Work to be completed: Give back the line below containing "expect(form.some(href => !list.includes(href))).toBe(true)" and every later line, exactly.

Material provided:

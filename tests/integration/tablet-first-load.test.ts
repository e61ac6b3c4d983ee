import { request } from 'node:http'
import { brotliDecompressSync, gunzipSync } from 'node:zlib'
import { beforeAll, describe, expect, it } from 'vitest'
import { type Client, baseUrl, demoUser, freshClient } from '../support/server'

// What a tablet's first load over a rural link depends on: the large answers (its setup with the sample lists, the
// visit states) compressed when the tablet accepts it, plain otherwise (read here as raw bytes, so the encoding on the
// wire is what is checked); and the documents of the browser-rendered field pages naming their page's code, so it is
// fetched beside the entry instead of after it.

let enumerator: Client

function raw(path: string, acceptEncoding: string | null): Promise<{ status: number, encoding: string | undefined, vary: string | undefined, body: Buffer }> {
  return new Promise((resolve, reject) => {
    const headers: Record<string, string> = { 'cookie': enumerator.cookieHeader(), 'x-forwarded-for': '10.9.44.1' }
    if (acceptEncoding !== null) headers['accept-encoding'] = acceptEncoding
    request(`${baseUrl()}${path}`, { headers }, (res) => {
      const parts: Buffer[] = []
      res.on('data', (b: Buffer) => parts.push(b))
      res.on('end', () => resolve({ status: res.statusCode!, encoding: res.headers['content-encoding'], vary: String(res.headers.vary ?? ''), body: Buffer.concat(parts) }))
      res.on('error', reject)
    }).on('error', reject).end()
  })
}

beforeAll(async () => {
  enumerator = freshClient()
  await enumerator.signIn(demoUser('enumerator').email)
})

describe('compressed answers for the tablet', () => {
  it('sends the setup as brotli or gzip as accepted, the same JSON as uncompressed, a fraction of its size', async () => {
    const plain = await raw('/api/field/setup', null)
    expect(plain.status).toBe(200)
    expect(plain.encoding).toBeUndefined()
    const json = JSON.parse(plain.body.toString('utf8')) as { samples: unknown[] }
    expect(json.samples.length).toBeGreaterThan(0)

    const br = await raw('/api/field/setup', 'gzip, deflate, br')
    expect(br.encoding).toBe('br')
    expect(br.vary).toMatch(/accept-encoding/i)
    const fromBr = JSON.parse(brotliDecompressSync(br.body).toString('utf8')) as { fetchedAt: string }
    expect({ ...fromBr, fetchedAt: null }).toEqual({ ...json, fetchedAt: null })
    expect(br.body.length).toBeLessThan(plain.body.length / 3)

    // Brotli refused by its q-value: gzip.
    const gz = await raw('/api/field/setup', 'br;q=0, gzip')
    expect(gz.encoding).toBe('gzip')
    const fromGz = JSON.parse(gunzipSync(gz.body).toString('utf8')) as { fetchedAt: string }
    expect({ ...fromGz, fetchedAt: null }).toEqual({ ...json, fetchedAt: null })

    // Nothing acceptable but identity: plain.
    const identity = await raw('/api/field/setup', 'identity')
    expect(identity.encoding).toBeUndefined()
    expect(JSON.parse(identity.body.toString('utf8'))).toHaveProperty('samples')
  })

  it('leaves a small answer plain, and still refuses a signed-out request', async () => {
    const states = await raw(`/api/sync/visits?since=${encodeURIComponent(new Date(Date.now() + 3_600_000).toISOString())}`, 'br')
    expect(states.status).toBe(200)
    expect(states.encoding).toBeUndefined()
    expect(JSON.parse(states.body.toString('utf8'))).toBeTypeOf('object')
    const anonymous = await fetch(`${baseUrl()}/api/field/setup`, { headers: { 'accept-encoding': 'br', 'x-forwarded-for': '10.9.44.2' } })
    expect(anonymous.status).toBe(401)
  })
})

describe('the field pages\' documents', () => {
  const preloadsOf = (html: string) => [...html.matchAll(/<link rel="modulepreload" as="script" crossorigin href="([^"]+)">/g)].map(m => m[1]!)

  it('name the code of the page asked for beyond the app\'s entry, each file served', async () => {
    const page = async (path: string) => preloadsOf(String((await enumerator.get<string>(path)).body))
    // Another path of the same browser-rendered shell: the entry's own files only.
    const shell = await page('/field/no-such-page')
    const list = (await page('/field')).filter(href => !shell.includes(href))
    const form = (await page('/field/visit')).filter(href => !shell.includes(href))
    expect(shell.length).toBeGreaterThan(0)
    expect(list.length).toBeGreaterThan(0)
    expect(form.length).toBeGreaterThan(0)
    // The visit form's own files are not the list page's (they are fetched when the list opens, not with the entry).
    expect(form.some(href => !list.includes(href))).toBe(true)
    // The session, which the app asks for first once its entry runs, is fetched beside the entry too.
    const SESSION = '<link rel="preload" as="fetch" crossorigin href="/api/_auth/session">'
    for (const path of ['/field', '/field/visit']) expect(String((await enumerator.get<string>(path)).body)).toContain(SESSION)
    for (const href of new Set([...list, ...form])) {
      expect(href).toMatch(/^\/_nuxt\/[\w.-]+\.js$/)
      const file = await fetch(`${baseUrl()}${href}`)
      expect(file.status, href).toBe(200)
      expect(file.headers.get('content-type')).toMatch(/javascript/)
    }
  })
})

Response:
    expect(form.some(href => !list.includes(href))).toBe(true)
    // The session, which the app asks for first once its entry runs, is fetched beside the entry too.
    const SESSION = '<link rel="preload" as="fetch" crossorigin href="/api/_auth/session">'
    for (const path of ['/field', '/field/visit']) expect(String((await enumerator.get<string>(path)).body)).toContain(SESSION)
    for (const href of new Set([...list, ...form])) {
      expect(href).toMatch(/^\/_nuxt\/[\w.-]+\.js$/)
      const file = await fetch(`${baseUrl()}${href}`)
      expect(file.status, href).toBe(200)
      expect(file.headers.get('content-type')).toMatch(/javascript/)
    }
  })
})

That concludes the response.